鏡中的人悄然拿出了一把紅色的藥丸。
對著鏡子微笑。
鏡中的人一身紅妝,清澈見底的微笑,仿佛回到了多年前的那個晚上……
回不去了。
屠三娘將紅色的藥丸放了進去。
熱茶還在散著熱氣。
屠三娘一躍而起,將掛在牆上的一把劍拿在手裏,整個人時而快,時而慢,劍在手中刺行,宛如天仙一樣,一身紅妝下的女俠客,劍鋒忽然變快,一個快速轉身,隨即倒著提起,這一劍正是刺向敵人心窩的殺招。
單手撐地而起,一連抖出三個劍花,三個劍花竟都帶著三個劍式。
虛實之間,都是那樣美麗。
“這一招梅花三弄如何?”屠三娘將劍收起。
端起了熱茶,一口喝了下去,慢慢地走到床邊,將紅蓋頭蓋上了。一陣急促的痛楚由胃部傳來,整個時間短暫非常快。
屠三娘竟然飲下了毒藥。
天下至毒的鶴頂紅。
她竟然死了。
從此無人掀開她的紅蓋頭。
孟少錕忽然感覺到有什麼不對勁,今天的屠三娘似乎有些不對勁。
“豬耳鬼,今天的屠三娘有什麼不對勁嗎?”孟少錕問道。
“如果我沒有猜錯的話,她實在交待後事,交給了衛白衣,隻怕就是為了……”豬耳鬼說道。
孟少錕從床上跳起來,叫道:“你為什麼不跟我說?”
“她已經保佑必死的決心,生無所戀,又何必讓人知道了。”豬耳鬼說道。
孟少錕從房子跑出來,西廂的客房到屠三娘的住所並不遠。
後院移動的梅花已經完全枯萎了,一夜之間綠衣落光,再也沒有朝氣了。
“三娘,你在嗎?我找你有事情?”孟少錕叫道。
屋內沒有聲音。
一絲聲音都沒有了。
孟少錕不安的感覺越來越濃烈,一個人抱著必死的決心,竟是這樣的堅決。
房門一下子被撞開了,聞聲趕來的衛白衣看著紅蓋頭下的屠三娘,和一旁已經冰涼的熱茶,便已經明白了。

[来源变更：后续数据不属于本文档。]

def _side_prior(name: str) -> Any:
    spec = SIDE_PRIORS[name]
    params = {k: float(v) for k, v in spec.items() if k in ("mean", "sd", "median", "gsd")}
    return Prior(name, spec["dist"], params, between_subject=spec.get("between_subject"),
                 origin=spec["origin"])


def claims(obs: Observation, problem: Problem) -> list[str]:
    """Quantities whose subject layer this kind builds itself, centred: Kf (on the cuff scale) and the
    resting venous pressure Pv (the first step's venous volume pins it) when the study samples it."""
    if obs.extra.get("parameterisation") == "naive":
        return []
    return ["Kf"] + (["Pv"] if "Pv" in problem.priors else [])


def _hyper(ctx: Any, name: str, prior: Any) -> tuple[Any, Any]:
    """Typical value (non-centred) and between-subject spread (lognormal around the declared value)."""
    import pymc as pm
    import pytensor.tensor as pt


    typ = prior_rv(name, prior)
    ctx.extra_params.append(name)
    ctx.extra_priors[name] = prior
    kind, declared = next(iter(prior.between_subject.items()))
    declared = float(declared)
    if not ctx.hierarchical:
        return typ, declared
    w = pm.Normal(f"{name}__spread_z", 0.0, 1.0)
    spread = pm.Deterministic(f"{name}__spread", declared * pt.exp(SPREAD_LOG_SD * w))
    ctx.extra_params.append(f"{name}__spread")
    return typ, spread


def _log_sd(kind: str, spread: Any, xp: Any) -> Any:
    """Log-scale sd of a multiplicative between-subject spread given as a cv."""
    return log_sd_from_cv(spread, xp) if kind == "cv" else spread


@dataclasses.dataclass
class _Entry:
    """One per-subject quantity of the curve block, on its sampling scale: normal with ``mean``
    (vector over subjects) and ``sd`` (PyTensor), ``log`` when the scale is the log of the value."""

    label: str
    mean: Any
    sd: Any
    log: bool


def _physical(entries: list[_Entry], theta: Any, r: Any, trans: Any, bend: Any, xp: Any) -> dict[str, Any]:
    """Curve arguments from the block's values on their sampling scales (``theta[j]`` for entry j; numpy
    or PyTensor): Kf per 100 mL from the cuff-scale slope b (Kf = b (1 + r) / (T g(tau))), Pvi and Pv
    from Pvi / T and Pv / T, Cv from Cv T, the baseline offset (mL/100 mL) as it is."""
    nat = {e.label: (xp.exp(theta[j]) if e.log else theta[j]) for j, e in enumerate(entries)}
    out = {"offset": nat["offset"], "Pvi": nat["Pvi_per_T"] * trans, "Cv": nat["Cv_T"] / trans}
    if "Kf_T" in nat:
        out["Kf"] = nat["Kf_T"] * (1.0 + r) / (trans * bend)
    if "Pv_per_T" in nat:
        out["Pv"] = nat["Pv_per_T"] * trans
    return out


def _bend(tau: Any, t_bend: float, xp: Any) -> Any:
    """g(tau) = tau (1 - exp(-S/tau)) / S, the slow phase's bend over the span S (min)."""
    return tau * (-xp.expm1(-t_bend / tau)) / t_bend


#: Finite-difference step (in the frame's global coordinates) for the frame's derivatives, and the
#: cap on function evaluations of the joint fit: our numerical choices.
FRAME_STEP = 1e-4
FRAME_MAX_EVALUATIONS = 200


def _globals(tau: Any, tau_v: Any, trans: Any, xp: Any, t_bend: float) -> list[Any]:
    """The global quantities the frame follows: the bend g(tau) (bounded, so a frame shift along it
    saturates where tau runs far out, as it may with few subjects; a shift along log tau left
    divergences in the 4-subject recovery test), log tau_v and the transmission T."""
    return [_bend(tau, t_bend, xp), xp.log(tau_v), trans]


def _frame(entries: list[_Entry], centre: dict[str, Any], t: np.ndarray, y: np.ndarray, sidx: np.ndarray,
           times: list[float], cuffs: list[float], noise: float, t_bend: float
           ) -> tuple[np.ndarray, np.ndarray, np.ndarray, np.ndarray]:
    """Per-subject affine frame of the curve block: theta_s = m_s + D_s (g - g0) + L_s u_s.

    First every subject's block and the global quantities (tau, tau_v, T) are fitted jointly by
    penalised least squares (each prior as a residual), which gives g0; then at g0 m_s is the
    subject's own fit, L_s the Cholesky factor of its Laplace covariance, and D_s = dm_s/dg
    (Gauss-Newton, finite differences) with g the ``_globals``, so that the frame follows tau,
    tau_v and T as they move. Any frame gives an exact model; a good one makes the posterior of the
    frame coordinates u close to independent standard normals. A subject whose fit fails gets the
    prior's centre and scales (no shift). Returns (m (n, k), L (n, k, k), D (n, k, 3), g0); g as in
    ``_globals``."""
    from scipy.optimize import least_squares


    mean = np.array([np.broadcast_to(centre[f"mean:{e.label}"], (len(centre["r"]),)) for e in entries]).T
    sd = np.array([np.broadcast_to(centre[f"sd:{e.label}"], (len(centre["r"]),)) for e in entries]).T
    n, k = mean.shape

    def resid(theta: np.ndarray, q: np.ndarray, s: int) -> np.ndarray:
        """Residuals of subject s at block values theta and q = (log tau, log tau_v, T)."""
        rows = sidx == s
        r_s = float(centre["r"][s])
        tau, tau_v, trans = np.exp(q[0]), np.exp(q[1]), q[2]
        v = _physical(entries, theta, r_s, trans, _bend(tau, t_bend, np), np)
        pred = interstitium.cuff_curve(t[rows], times, cuffs, v.get("Kf", centre["kf"][s]), None, None,
                                       v["Cv"], Pv_rest=v.get("Pv", centre["pv0"][s]), Pvi=v["Pvi"],
                                       tau_v=tau_v, r=r_s, transmission=trans, smooth=SMOOTH_MMHG,
                                       tau=tau) + v["offset"]
        return np.concatenate([(y[rows] - pred) / noise, (theta - mean[s]) / sd[s]])

    # joint fit over (theta_1 .. theta_n, log tau, log tau_v, T), each side prior a residual
    side = [_side_prior(q) for q in ("tau", "tau_v", "transmission")]
    q0 = np.array([np.log(float(centre["tau"])), np.log(float(centre["tau_v"])), float(centre["trans"])])
    q_sd = np.array([np.log(side[0].params["gsd"]), np.log(side[1].params["gsd"]), side[2].params["sd"]])

    def joint(x: np.ndarray) -> np.ndarray:
        q = x[n * k:]
        return np.concatenate([resid(x[s * k:(s + 1) * k], q, s) for s in range(n)] + [(q - q0) / q_sd])

    x = np.concatenate([mean.ravel(), q0])
    try:
        x = least_squares(joint, x, method="trf", x_scale="jac", max_nfev=FRAME_MAX_EVALUATIONS).x
    except (np.linalg.LinAlgError, ValueError):
        pass
    q_hat = x[n * k:]
    g0 = np.array(_globals(np.exp(q_hat[0]), np.exp(q_hat[1]), q_hat[2], np, t_bend))
    # dq/dg is diagonal: d log tau / d g(tau) for the bend, 1 for log tau_v and T
    h = FRAME_STEP
    dq_dg = np.array([2 * h / (_bend(np.exp(q_hat[0] + h), t_bend, np) - _bend(np.exp(q_hat[0] - h), t_bend, np)),
                      1.0, 1.0])
    m, chol, shift = mean.copy(), np.zeros((n, k, k)), np.zeros((n, k, g0.size))
    for s in range(n):
        try:
            fit = least_squares(lambda th, s=s: resid(th, q_hat, s), x[s * k:(s + 1) * k], method="lm")
            jt = fit.jac
            cov = np.linalg.inv(jt.T @ jt)
            chol[s] = np.linalg.cholesky(0.5 * (cov + cov.T))
            m[s] = fit.x
            for j in range(q_hat.size):
                dq = np.zeros_like(q_hat)
                dq[j] = h
                jq = (resid(fit.x, q_hat + dq, s) - resid(fit.x, q_hat - dq, s)) / (2 * h)
                shift[s, :, j] = -cov @ (jt.T @ jq) * dq_dg[j]
        except (np.linalg.LinAlgError, ValueError):
            chol[s], m[s], shift[s] = np.diag(sd[s]), mean[s], 0.0
    return m, chol, shift, g0


def _at_prior_centre(tensors: dict[str, Any]) -> dict[str, np.ndarray]:
    """Numeric values of ``tensors`` at the model's initial point (every score at 0: the priors'
    centres, declared spreads)."""
    import pymc as pm
    import pytensor.tensor as pt

    model = pm.modelcontext(None)
    names = list(tensors)
    outs = model.replace_rvs_by_values([pt.as_tensor_variable(tensors[k]) for k in names])
    fn = model.compile_fn(outs, inputs=model.value_vars, on_unused_input="ignore", mode="FAST_COMPILE")
    return {k: np.asarray(v, dtype=float) for k, v in zip(names, fn(model.initial_point()), strict=True)}


def _frame_logp(u: Any, mean: Any, sd: Any, m: Any, chol: Any, inv: Any, log_det: Any) -> Any:
    """Log density of frame coordinates u (last axis): that of theta = m + L u under the declared
    independent normals N(mean, sd), plus log |det L| (the Jacobian of the map, a constant). The
    same density as a multivariate normal with mean L^-1 (mean - m) and Cholesky factor
    L^-1 diag(sd), in elementwise arithmetic only (no batched triangular solves)."""
    import pytensor.tensor as pt

    theta = m + (chol * pt.shape_padaxis(u, -2)).sum(axis=-1)
    x = (theta - mean) / sd
    return (-0.5 * x * x - pt.log(sd)).sum(axis=-1) - 0.5 * np.log(2.0 * np.pi) * u.shape[-1] + log_det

孟少錕單掌將內力送入,但已經冰冷的屠三娘已經沒有了氣息了。
內力送進入也無半點反應。
三娘竟然死了。
她等不到賈瘋子,她等不下去了,所以去找她了。
“啊……”孟少錕大聲叫道,竟無法控製自己的情緒。
為什麼要死?為什麼要死?
活著難道不是最好的嗎?
孟少錕對於屠三娘和賈瘋子兩人的感情極深,不想兩人都離開了自己。
“孟先生,屠門主已經走了。操辦門主的後事要緊。”衛白衣說道。
孟少錕迷迷糊糊地站了起來,一語不發,沒有回答衛白衣,走到了門口居然一口鮮血吐了出來,倒在地上,不斷地發抖,好似得了重病一樣。
衛白衣成為了門主,吩咐了門人,並向江湖各大門派發布訃告。按照門主的規格下葬了屠三娘。
孟少錕因為在大海之中航行,全部在鯨魚身上,寒意早已侵體,受了刺激後,因此積累下的寒氣發作,才昏迷了過去。
衛白衣展現他特有的能力,製定門派的保護措施,每當這個時候,總有自己敵對的門派來對付自己。所幸賈先生和屠三娘打下的江湖情誼都還在,尤其是任笑書和蘇寶牛都是交好的朋友。
隻是因為很多人相距很遠,來不及趕來。
正月初八出殯的這天,來的人很少。隻是周邊這個省,想江西,河南,湖南省份的英雄來了一些。
也算是和新上任的門主認識,同時為這位受人尊敬的女門主致敬。
正月初八當日,屠三娘出殯之日。
一個人悄悄地跟在隊伍後麵,看著屠三娘的棺木埋下去之後,嘴角露出陰鷙的笑容。
等到天黑的時候,夜深人靜的時候。
隻見一個黑衣人,身後跟著一個隨從,露出呆滯的眼睛。
黑衣人笑道:“你玄機門風光多時,今日終於要栽在我手下了。”身後的隨從一動不動,站在黑衣人身後。
“動手。”黑衣人說道。
將帶來的鐵鏟和鋤頭解下來,開始掘開了屠三娘的墓穴。
一襲鬼火飄來飄去。
隨從打了個冷顫。
“你都是個死了的人……還有什麼好怕的……”黑衣人笑道。